Requirement: Select all lines holding the word "keepers" from the entries that follow.

Records to process:
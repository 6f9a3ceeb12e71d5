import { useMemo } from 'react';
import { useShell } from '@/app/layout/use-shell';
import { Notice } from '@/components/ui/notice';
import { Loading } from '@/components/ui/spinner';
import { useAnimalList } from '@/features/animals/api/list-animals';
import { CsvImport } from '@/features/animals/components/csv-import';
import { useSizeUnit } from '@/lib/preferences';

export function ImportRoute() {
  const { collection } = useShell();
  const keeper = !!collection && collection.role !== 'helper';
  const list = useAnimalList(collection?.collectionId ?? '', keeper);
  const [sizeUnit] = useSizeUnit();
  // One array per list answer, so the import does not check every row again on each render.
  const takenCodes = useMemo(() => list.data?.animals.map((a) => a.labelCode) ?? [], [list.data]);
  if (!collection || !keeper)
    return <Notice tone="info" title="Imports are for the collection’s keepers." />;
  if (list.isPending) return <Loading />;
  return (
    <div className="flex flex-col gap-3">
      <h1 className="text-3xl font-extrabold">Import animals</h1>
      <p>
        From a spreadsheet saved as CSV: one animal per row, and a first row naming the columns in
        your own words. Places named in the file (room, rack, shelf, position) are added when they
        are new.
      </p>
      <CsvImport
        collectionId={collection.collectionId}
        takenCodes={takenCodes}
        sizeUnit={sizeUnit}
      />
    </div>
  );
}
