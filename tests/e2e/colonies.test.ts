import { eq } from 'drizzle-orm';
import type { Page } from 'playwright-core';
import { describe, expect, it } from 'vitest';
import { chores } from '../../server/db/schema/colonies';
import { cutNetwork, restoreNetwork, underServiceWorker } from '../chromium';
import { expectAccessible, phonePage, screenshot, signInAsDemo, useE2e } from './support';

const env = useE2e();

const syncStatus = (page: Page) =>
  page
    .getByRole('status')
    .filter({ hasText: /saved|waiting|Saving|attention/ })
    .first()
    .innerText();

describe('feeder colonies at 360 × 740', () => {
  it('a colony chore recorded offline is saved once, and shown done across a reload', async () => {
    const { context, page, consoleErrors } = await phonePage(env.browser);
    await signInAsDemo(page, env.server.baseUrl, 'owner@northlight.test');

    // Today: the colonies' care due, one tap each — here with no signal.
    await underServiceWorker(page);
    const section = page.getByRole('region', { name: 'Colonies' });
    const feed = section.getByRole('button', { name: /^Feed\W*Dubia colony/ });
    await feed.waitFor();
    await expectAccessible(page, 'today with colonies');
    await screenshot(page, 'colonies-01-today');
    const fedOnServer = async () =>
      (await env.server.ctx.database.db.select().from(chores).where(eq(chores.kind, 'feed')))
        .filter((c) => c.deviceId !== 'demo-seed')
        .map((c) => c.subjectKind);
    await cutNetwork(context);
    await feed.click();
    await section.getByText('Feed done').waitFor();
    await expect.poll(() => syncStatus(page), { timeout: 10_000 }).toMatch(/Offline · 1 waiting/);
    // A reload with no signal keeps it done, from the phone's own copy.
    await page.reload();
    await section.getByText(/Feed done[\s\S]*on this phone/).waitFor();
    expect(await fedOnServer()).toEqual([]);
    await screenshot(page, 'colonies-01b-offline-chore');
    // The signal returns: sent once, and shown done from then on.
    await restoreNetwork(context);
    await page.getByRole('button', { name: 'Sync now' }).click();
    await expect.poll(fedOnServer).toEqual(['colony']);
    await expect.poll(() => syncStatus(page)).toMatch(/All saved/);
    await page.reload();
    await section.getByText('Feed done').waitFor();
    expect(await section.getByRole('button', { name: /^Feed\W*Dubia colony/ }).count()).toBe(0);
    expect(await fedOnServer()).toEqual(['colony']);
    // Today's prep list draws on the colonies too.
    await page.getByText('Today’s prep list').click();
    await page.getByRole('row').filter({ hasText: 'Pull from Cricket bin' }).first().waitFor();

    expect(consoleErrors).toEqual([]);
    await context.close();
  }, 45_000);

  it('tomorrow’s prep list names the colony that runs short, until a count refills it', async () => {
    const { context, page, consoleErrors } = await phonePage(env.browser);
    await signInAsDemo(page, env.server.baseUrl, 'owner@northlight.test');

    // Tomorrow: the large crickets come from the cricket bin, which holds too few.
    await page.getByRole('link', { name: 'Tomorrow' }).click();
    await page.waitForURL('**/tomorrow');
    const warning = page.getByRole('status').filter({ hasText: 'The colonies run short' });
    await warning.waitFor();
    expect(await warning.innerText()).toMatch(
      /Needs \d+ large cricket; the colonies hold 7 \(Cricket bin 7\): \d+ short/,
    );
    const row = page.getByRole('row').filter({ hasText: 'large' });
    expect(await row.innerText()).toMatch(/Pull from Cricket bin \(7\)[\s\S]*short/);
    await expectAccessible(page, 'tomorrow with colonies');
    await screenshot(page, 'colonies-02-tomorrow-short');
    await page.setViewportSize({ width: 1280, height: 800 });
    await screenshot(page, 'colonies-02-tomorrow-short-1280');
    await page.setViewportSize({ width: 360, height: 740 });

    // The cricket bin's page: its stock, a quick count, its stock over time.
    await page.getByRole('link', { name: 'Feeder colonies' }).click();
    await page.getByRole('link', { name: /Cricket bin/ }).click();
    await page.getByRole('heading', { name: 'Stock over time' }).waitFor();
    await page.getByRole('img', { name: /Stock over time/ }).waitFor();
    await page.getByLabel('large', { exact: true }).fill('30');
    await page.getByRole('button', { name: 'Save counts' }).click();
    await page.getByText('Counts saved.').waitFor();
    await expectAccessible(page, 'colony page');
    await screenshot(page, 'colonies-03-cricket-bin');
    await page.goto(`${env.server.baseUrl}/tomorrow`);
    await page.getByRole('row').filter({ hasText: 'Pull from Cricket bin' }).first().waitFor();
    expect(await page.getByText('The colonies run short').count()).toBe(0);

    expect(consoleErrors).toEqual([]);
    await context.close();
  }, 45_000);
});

...

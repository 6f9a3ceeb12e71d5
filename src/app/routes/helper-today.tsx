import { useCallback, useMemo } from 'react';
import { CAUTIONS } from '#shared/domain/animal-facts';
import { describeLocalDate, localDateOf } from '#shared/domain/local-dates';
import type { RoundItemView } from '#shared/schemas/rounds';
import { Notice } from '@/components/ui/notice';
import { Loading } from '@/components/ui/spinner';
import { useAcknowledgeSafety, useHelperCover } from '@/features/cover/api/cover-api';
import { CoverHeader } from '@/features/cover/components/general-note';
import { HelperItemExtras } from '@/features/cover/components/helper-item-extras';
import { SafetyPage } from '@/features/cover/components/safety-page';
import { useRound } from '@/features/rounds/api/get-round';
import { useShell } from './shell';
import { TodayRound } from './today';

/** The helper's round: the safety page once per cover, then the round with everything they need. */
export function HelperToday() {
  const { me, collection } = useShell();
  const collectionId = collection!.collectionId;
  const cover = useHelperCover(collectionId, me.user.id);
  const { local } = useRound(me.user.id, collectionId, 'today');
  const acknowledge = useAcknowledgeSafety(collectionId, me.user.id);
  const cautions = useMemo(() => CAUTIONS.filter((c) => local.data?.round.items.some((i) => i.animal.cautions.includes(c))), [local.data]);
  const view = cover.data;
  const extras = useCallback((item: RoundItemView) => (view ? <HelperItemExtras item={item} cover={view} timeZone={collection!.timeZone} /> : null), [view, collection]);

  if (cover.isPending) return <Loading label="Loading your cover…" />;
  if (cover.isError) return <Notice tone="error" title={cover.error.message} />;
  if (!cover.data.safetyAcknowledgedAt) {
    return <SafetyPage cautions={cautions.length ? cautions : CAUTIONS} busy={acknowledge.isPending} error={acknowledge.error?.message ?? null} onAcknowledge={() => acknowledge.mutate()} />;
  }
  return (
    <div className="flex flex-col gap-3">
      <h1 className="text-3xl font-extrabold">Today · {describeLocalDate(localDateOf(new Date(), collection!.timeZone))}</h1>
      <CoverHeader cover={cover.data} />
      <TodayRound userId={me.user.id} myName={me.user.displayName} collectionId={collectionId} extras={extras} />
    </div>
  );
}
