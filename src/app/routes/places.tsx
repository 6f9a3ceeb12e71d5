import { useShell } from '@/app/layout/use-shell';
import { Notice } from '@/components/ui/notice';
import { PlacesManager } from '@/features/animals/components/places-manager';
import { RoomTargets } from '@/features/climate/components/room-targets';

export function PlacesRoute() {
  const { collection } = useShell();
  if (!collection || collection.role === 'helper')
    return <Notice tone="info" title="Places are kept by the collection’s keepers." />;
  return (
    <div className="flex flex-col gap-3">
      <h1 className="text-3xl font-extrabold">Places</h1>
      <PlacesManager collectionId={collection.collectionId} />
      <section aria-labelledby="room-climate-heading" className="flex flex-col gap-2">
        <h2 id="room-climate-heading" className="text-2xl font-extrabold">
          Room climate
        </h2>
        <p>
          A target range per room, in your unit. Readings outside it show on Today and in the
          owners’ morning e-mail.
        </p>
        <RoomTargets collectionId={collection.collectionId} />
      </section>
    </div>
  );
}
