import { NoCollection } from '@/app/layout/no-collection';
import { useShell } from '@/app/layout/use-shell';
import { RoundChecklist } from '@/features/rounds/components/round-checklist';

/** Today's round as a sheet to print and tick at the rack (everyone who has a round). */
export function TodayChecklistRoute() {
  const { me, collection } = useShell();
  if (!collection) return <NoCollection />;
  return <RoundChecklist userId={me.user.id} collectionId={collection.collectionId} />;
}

...

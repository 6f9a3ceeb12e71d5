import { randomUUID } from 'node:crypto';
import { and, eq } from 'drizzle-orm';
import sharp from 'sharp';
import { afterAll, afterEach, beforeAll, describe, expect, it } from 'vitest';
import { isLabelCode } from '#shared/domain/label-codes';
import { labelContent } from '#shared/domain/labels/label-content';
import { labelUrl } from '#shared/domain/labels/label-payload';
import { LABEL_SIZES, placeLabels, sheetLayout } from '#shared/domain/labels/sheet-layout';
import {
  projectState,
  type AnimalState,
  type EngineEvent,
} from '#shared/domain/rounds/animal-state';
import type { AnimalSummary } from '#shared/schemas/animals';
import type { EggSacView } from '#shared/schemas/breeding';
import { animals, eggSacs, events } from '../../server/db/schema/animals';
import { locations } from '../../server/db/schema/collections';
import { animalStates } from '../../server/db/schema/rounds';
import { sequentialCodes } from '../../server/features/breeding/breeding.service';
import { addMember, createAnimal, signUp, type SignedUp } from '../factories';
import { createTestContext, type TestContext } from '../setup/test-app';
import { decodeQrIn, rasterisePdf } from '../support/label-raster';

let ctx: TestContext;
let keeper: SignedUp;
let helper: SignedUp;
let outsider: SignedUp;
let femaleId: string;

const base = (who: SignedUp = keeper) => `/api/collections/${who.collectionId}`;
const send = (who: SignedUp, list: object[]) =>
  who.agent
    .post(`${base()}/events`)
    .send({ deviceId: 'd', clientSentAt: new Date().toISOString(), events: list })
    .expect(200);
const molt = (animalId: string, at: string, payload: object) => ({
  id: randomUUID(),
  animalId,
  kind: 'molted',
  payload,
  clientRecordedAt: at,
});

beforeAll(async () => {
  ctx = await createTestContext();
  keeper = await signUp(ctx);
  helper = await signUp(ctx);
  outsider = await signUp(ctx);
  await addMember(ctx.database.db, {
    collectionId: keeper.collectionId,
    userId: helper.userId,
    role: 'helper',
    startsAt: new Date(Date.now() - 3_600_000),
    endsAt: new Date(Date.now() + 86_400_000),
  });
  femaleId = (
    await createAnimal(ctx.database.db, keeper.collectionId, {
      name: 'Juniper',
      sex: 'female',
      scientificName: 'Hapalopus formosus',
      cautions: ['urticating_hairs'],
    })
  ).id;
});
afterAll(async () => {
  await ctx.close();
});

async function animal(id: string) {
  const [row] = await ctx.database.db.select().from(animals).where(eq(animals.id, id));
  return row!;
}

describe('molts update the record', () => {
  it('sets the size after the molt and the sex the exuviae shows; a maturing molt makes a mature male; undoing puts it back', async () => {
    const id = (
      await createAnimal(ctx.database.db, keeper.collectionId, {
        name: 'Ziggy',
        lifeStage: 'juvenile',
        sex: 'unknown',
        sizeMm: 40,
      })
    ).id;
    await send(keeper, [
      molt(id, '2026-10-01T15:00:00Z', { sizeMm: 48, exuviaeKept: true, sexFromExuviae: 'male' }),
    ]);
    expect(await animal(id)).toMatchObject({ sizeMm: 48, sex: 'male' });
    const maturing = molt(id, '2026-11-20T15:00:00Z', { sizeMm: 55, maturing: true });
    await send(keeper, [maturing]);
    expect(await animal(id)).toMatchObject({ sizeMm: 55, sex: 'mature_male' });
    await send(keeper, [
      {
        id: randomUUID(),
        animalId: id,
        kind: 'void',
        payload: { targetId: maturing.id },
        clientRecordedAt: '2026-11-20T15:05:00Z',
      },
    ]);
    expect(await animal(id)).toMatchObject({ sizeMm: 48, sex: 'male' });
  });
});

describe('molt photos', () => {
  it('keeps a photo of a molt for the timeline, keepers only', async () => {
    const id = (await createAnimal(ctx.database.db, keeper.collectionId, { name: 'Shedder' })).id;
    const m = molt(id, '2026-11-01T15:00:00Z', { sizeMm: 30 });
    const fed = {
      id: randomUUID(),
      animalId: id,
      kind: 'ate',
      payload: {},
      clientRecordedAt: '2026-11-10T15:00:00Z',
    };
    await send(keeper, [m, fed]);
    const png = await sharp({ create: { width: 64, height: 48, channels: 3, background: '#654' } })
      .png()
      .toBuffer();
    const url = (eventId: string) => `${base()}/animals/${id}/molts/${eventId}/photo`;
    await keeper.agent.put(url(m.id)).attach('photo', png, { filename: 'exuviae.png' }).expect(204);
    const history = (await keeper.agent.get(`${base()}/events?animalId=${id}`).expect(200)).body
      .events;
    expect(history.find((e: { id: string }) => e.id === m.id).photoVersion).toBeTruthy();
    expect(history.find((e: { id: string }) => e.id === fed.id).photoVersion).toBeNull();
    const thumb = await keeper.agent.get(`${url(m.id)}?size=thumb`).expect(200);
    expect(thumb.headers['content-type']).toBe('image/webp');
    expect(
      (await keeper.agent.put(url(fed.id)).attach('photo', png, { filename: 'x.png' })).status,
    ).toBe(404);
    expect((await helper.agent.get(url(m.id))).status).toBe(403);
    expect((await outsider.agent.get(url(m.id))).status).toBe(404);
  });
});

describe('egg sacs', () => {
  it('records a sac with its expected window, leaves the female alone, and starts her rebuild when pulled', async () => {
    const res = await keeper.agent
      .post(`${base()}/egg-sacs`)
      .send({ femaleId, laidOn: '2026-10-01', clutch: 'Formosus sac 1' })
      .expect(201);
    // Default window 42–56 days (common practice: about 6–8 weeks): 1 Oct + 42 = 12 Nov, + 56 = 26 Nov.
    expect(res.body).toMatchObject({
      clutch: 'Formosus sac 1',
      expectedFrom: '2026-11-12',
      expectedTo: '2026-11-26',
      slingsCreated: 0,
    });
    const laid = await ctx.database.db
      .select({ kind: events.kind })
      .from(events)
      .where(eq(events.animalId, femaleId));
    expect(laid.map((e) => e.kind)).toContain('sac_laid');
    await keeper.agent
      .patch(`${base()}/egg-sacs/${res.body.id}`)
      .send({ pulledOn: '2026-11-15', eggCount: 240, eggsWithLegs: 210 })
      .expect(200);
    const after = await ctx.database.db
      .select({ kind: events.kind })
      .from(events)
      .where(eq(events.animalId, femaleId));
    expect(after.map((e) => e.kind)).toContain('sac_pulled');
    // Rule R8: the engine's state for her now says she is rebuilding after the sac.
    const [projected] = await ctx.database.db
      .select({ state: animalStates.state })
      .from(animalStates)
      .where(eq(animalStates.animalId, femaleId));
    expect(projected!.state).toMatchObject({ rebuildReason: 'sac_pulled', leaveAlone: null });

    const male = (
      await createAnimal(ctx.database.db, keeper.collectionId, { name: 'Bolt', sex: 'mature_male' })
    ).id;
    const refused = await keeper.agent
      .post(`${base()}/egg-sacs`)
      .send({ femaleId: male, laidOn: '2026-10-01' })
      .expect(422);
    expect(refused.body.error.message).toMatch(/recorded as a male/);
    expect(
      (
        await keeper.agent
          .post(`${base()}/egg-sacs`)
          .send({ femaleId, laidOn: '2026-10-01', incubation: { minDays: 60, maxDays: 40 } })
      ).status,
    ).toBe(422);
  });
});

Result for this task:
    return <Notice tone="info" title="Imports are for the collection’s keepers." />;
    return <Notice tone="info" title="Places are kept by the collection’s keepers." />;
  it('keeps a photo of a molt for the timeline, keepers only', async () => {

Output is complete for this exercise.